↓

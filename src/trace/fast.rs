//! The fast sum over a uniform grid.
//!
//! With N = k^p sum_n (k_0/k)^n Re F_n(k), F_n(k) = sum_j c_jn exp(i k l_j), every F_n is a nonuniform Fourier transform from the
//! lengths to the grid. Staircase and density come from the same transform: the staircase is its real part, the density
//! its imaginary part, which makes each term a source at l and one at -l.

use num_complex::Complex64;
use rayon::prelude::*;

use super::nufft::{Strength, Transform};
use super::plan::{FastClass, TRANSFORM_SHARE};
use super::series::Leading;
use super::smoothed::{MAX_PHASE, SmoothedTerm, SmoothedTerms};
use super::sum::{Target, UniformGrid};

/// Points that one thread does at a time.
const CHUNK: usize = 1 << 13;

/// Adds the terms of one class at every point of the grid.
pub(super) fn add(
    terms: &SmoothedTerms,
    class: &FastClass,
    grid: &UniformGrid,
    accuracy: f64,
    target: &mut Target,
) {
    let chosen = class.terms.par_iter();
    let sources: Vec<Source> = chosen
        .map(|&(index, orders)| Source::new(&terms.terms[index], orders, class, grid))
        .collect();
    let turns: Vec<f64> = sources
        .iter()
        .map(|source| source.turns(grid.step))
        .collect();
    let transform = Transform::new(&turns, grid.count, TRANSFORM_SHARE * accuracy);
    let orders = sources.iter().map(Source::orders).max().unwrap_or(0);
    let mut part = vec![Complex64::ZERO; if orders > 1 { grid.count } else { 0 }];
    let buffer = || vec![Complex64::ZERO; CHUNK];
    // Horner's rule in k_0/k; the last step goes straight into the target.
    for order in (0..orders).rev() {
        let packed = Packed::new(&sources, class.leading, order, grid.start);
        let spectrum = transform.run(&packed.strengths);
        let unpack = 1.0 / packed.scale;
        if order > 0 {
            part.par_chunks_mut(CHUNK).enumerate().for_each_init(
                buffer,
                |buffer, (chunk, part)| {
                    let begin = chunk * CHUNK;
                    let modes = &mut buffer[..part.len()];
                    transform.read(&spectrum, begin, modes);
                    for (offset, (sum, mode)) in part.iter_mut().zip(modes).enumerate() {
                        let u = grid.start / grid.point(begin + offset);
                        *sum = (*sum + Complex64::new(mode.re, mode.im * unpack)) * u;
                    }
                },
            );
            continue;
        }
        let chunks = target
            .staircase
            .par_chunks_mut(CHUNK)
            .zip(target.density.par_chunks_mut(CHUNK));
        chunks
            .enumerate()
            .for_each_init(buffer, |buffer, (chunk, (staircase, density))| {
                let begin = chunk * CHUNK;
                let modes = &mut buffer[..staircase.len()];
                transform.read(&spectrum, begin, modes);
                modes.iter_mut().for_each(|mode| mode.im *= unpack);
                if let Some(sums) = part.get(begin..) {
                    modes
                        .iter_mut()
                        .zip(sums)
                        .for_each(|(mode, sum)| *mode += sum);
                }
                if class.leading == Leading::SquareRoot {
                    let powers = (begin..).map(|index| grid.point(index).sqrt());
                    modes
                        .iter_mut()
                        .zip(powers)
                        .for_each(|(mode, power)| *mode *= power);
                }
                staircase
                    .iter_mut()
                    .zip(&*modes)
                    .for_each(|(sum, mode)| *sum += mode.re);
                density
                    .iter_mut()
                    .zip(&*modes)
                    .for_each(|(sum, mode)| *sum += mode.im);
            });
    }
}

/// A term as a source of the transforms.
struct Source {
    length: f64,
    /// exp(i k l) at the middle of the grid.
    wave: Complex64,
    first: Complex64,
    rest: Vec<Complex64>,
    /// Whether the density needs one power more than the staircase.
    extra: bool,
}

impl Source {
    fn new(term: &SmoothedTerm, orders: usize, class: &FastClass, grid: &UniformGrid) -> Self {
        let length = term.term.length;
        let middle = grid.point(grid.count / 2);
        let wave = Complex64::cis(middle * length);
        if term.is_plain_wave() {
            return Self {
                length,
                wave,
                first: term.series.first,
                rest: Vec::new(),
                extra: false,
            };
        }
        let reference = grid.start;
        let mut coefficients = term.series.rescaled(reference, orders);
        let slope = term.slope();
        if slope.abs() > MAX_PHASE * reference {
            let phase = Complex64::cis(MAX_PHASE.copysign(slope));
            coefficients
                .iter_mut()
                .for_each(|coefficient| *coefficient *= phase);
        } else if slope != 0.0 {
            coefficients = with_phase(&coefficients, slope / reference, orders);
        }
        let last = coefficients.len() - 1;
        let factor = class.leading.exponent() - last as f64;
        let limit = class.tolerance * length * term.series.unsmoothed;
        Self {
            length,
            wave,
            extra: (factor * coefficients[last] / reference).norm() > limit,
            first: coefficients[0],
            rest: coefficients.split_off(1),
        }
    }

    /// Phase advance per step of the grid, in turns from -1/2 to 1/2.
    fn turns(&self, step: f64) -> f64 {
        let turns = step * self.length / (2.0 * std::f64::consts::PI);
        turns - turns.round()
    }

    /// Number of powers of 1/k, that of the density included.
    fn orders(&self) -> usize {
        1 + self.rest.len() + usize::from(self.extra)
    }

    fn coefficient(&self, order: usize) -> Complex64 {
        match order.checked_sub(1) {
            None => self.first,
            Some(index) => self.rest.get(index).copied().unwrap_or_default(),
        }
    }

    /// Coefficients of one power of 1/k in staircase and density.
    ///
    /// The derivative of k^(p - n) exp(i k l) is (i l k^(p - n) + (p - n) k^(p - n - 1)) exp(i k l).
    fn pair(&self, order: usize, leading: Leading, reference: f64) -> (Complex64, Complex64) {
        let staircase = self.coefficient(order);
        let mut density = Complex64::I * self.length * staircase;
        let below_last = order < 1 + self.rest.len() || self.extra;
        if let Some(before) = order.checked_sub(1).filter(|_| below_last) {
            let factor = (leading.exponent() - before as f64) / reference;
            density += self.coefficient(before) * factor;
        }
        (staircase * self.wave, density * self.wave)
    }
}

/// The coefficients times exp(i x u) = sum_q (i x u)^q/q!, as a series in u of the given length.
fn with_phase(coefficients: &[Complex64], x: f64, orders: usize) -> Vec<Complex64> {
    let mut product = vec![Complex64::ZERO; orders];
    let mut factor = Complex64::ONE;
    for shift in 0..orders {
        for (target, coefficient) in product[shift..].iter_mut().zip(coefficients) {
            *target += factor * coefficient;
        }
        factor *= Complex64::I * x / (shift + 1) as f64;
    }
    product
}

/// Strengths of all sources for one power of 1/k, staircase and density packed together.
struct Packed {
    strengths: Vec<Strength>,
    /// The density stands in the imaginary part times this, so that both parts have the same size and so the same accuracy.
    scale: f64,
}

impl Packed {
    fn new(sources: &[Source], leading: Leading, order: usize, reference: f64) -> Self {
        let pairs: Vec<_> = sources
            .iter()
            .map(|source| source.pair(order, leading, reference))
            .collect();
        let (staircase, density) = pairs.iter().fold((0.0, 0.0), |sum: (f64, f64), pair| {
            (sum.0 + pair.0.l1_norm(), sum.1 + pair.1.l1_norm())
        });
        let scale = if staircase > 0.0 && density > 0.0 {
            staircase / density
        } else {
            1.0
        };
        // Re[a w] + i Re[b w] = ((a + i b) w + conj((a - i b) w))/2
        let strength = |(a, b): &(Complex64, Complex64)| {
            let b = Complex64::I * scale * b;
            Strength {
                source: 0.5 * (a + b),
                mirror: 0.5 * (a - b).conj(),
            }
        };
        Self {
            strengths: pairs.iter().map(strength).collect(),
            scale,
        }
    }
}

↑

Your instructions:
Word for word, transcribe all of the entries shown above.

Task response:
filename src/trace/fast.rs
//! The fast sum over a uniform grid.
//!
//! With N = k^p sum_n (k_0/k)^n Re F_n(k), F_n(k) = sum_j c_jn exp(i k l_j), every F_n is a nonuniform Fourier transform from the
//! lengths to the grid. Staircase and density come from the same transform: the staircase is its real part, the density
//! its imaginary part, which makes each term a source at l and one at -l.

use num_complex::Complex64;
use rayon::prelude::*;

use super::nufft::{Strength, Transform};
use super::plan::{FastClass, TRANSFORM_SHARE};
use super::series::Leading;
use super::smoothed::{MAX_PHASE, SmoothedTerm, SmoothedTerms};
use super::sum::{Target, UniformGrid};

/// Points that one thread does at a time.
const CHUNK: usize = 1 << 13;

/// Adds the terms of one class at every point of the grid.
pub(super) fn add(
    terms: &SmoothedTerms,
    class: &FastClass,
    grid: &UniformGrid,
    accuracy: f64,
    target: &mut Target,
) {
    let chosen = class.terms.par_iter();
    let sources: Vec<Source> = chosen
        .map(|&(index, orders)| Source::new(&terms.terms[index], orders, class, grid))
        .collect();
    let turns: Vec<f64> = sources
        .iter()
        .map(|source| source.turns(grid.step))
        .collect();
    let transform = Transform::new(&turns, grid.count, TRANSFORM_SHARE * accuracy);
    let orders = sources.iter().map(Source::orders).max().unwrap_or(0);
    let mut part = vec![Complex64::ZERO; if orders > 1 { grid.count } else { 0 }];
    let buffer = || vec![Complex64::ZERO; CHUNK];
    // Horner's rule in k_0/k; the last step goes straight into the target.
    for order in (0..orders).rev() {
        let packed = Packed::new(&sources, class.leading, order, grid.start);
        let spectrum = transform.run(&packed.strengths);
        let unpack = 1.0 / packed.scale;
        if order > 0 {
            part.par_chunks_mut(CHUNK).enumerate().for_each_init(
                buffer,
                |buffer, (chunk, part)| {
                    let begin = chunk * CHUNK;
                    let modes = &mut buffer[..part.len()];
                    transform.read(&spectrum, begin, modes);
                    for (offset, (sum, mode)) in part.iter_mut().zip(modes).enumerate() {
                        let u = grid.start / grid.point(begin + offset);
                        *sum = (*sum + Complex64::new(mode.re, mode.im * unpack)) * u;
                    }
                },
            );
            continue;
        }
        let chunks = target
            .staircase
            .par_chunks_mut(CHUNK)
            .zip(target.density.par_chunks_mut(CHUNK));
        chunks
            .enumerate()
            .for_each_init(buffer, |buffer, (chunk, (staircase, density))| {
                let begin = chunk * CHUNK;
                let modes = &mut buffer[..staircase.len()];
                transform.read(&spectrum, begin, modes);
                modes.iter_mut().for_each(|mode| mode.im *= unpack);
                if let Some(sums) = part.get(begin..) {
                    modes
                        .iter_mut()
                        .zip(sums)
                        .for_each(|(mode, sum)| *mode += sum);
                }
                if class.leading == Leading::SquareRoot {
                    let powers = (begin..).map(|index| grid.point(index).sqrt());
                    modes
                        .iter_mut()
                        .zip(powers)
                        .for_each(|(mode, power)| *mode *= power);
                }
                staircase
                    .iter_mut()
                    .zip(&*modes)
                    .for_each(|(sum, mode)| *sum += mode.re);
                density
                    .iter_mut()
                    .zip(&*modes)
                    .for_each(|(sum, mode)| *sum += mode.im);
            });
    }
}

/// A term as a source of the transforms.
struct Source {
    length: f64,
    /// exp(i k l) at the middle of the grid.
    wave: Complex64,
    first: Complex64,
    rest: Vec<Complex64>,
    /// Whether the density needs one power more than the staircase.
    extra: bool,
}

impl Source {
    fn new(term: &SmoothedTerm, orders: usize, class: &FastClass, grid: &UniformGrid) -> Self {
        let length = term.term.length;
        let middle = grid.point(grid.count / 2);
        let wave = Complex64::cis(middle * length);
        if term.is_plain_wave() {
            return Self {
                length,
                wave,
                first: term.series.first,
                rest: Vec::new(),
                extra: false,
            };
        }
        let reference = grid.start;
        let mut coefficients = term.series.rescaled(reference, orders);
        let slope = term.slope();
        if slope.abs() > MAX_PHASE * reference {
            let phase = Complex64::cis(MAX_PHASE.copysign(slope));
            coefficients
                .iter_mut()
                .for_each(|coefficient| *coefficient *= phase);
        } else if slope != 0.0 {
            coefficients = with_phase(&coefficients, slope / reference, orders);
        }
        let last = coefficients.len() - 1;
        let factor = class.leading.exponent() - last as f64;
        let limit = class.tolerance * length * term.series.unsmoothed;
        Self {
            length,
            wave,
            extra: (factor * coefficients[last] / reference).norm() > limit,
            first: coefficients[0],
            rest: coefficients.split_off(1),
        }
    }

    /// Phase advance per step of the grid, in turns from -1/2 to 1/2.
    fn turns(&self, step: f64) -> f64 {
        let turns = step * self.length / (2.0 * std::f64::consts::PI);
        turns - turns.round()
    }

    /// Number of powers of 1/k, that of the density included.
    fn orders(&self) -> usize {
        1 + self.rest.len() + usize::from(self.extra)
    }

    fn coefficient(&self, order: usize) -> Complex64 {
        match order.checked_sub(1) {
            None => self.first,
            Some(index) => self.rest.get(index).copied().unwrap_or_default(),
        }
    }

    /// Coefficients of one power of 1/k in staircase and density.
    ///
    /// The derivative of k^(p - n) exp(i k l) is (i l k^(p - n) + (p - n) k^(p - n - 1)) exp(i k l).
    fn pair(&self, order: usize, leading: Leading, reference: f64) -> (Complex64, Complex64) {
        let staircase = self.coefficient(order);
        let mut density = Complex64::I * self.length * staircase;
        let below_last = order < 1 + self.rest.len() || self.extra;
        if let Some(before) = order.checked_sub(1).filter(|_| below_last) {
            let factor = (leading.exponent() - before as f64) / reference;
            density += self.coefficient(before) * factor;
        }
        (staircase * self.wave, density * self.wave)
    }
}

/// The coefficients times exp(i x u) = sum_q (i x u)^q/q!, as a series in u of the given length.
fn with_phase(coefficients: &[Complex64], x: f64, orders: usize) -> Vec<Complex64> {
    let mut product = vec![Complex64::ZERO; orders];
    let mut factor = Complex64::ONE;
    for shift in 0..orders {
        for (target, coefficient) in product[shift..].iter_mut().zip(coefficients) {
            *target += factor * coefficient;
        }
        factor *= Complex64::I * x / (shift + 1) as f64;
    }
    product
}

/// Strengths of all sources for one power of 1/k, staircase and density packed together.
struct Packed {
    strengths: Vec<Strength>,
    /// The density stands in the imaginary part times this, so that both parts have the same size and so the same accuracy.
    scale: f64,
}

impl Packed {
    fn new(sources: &[Source], leading: Leading, order: usize, reference: f64) -> Self {
        let pairs: Vec<_> = sources
            .iter()
            .map(|source| source.pair(order, leading, reference))
            .collect();
        let (staircase, density) = pairs.iter().fold((0.0, 0.0), |sum: (f64, f64), pair| {
            (sum.0 + pair.0.l1_norm(), sum.1 + pair.1.l1_norm())
        });
        let scale = if staircase > 0.0 && density > 0.0 {
            staircase / density
        } else {
            1.0
        };
        // Re[a w] + i Re[b w] = ((a + i b) w + conj((a - i b) w))/2
        let strength = |(a, b): &(Complex64, Complex64)| {
            let b = Complex64::I * scale * b;
            Strength {
                source: 0.5 * (a + b),
                mirror: 0.5 * (a - b).conj(),
            }
        };
        Self {
            strengths: pairs.iter().map(strength).collect(),
            scale,
        }
    }
}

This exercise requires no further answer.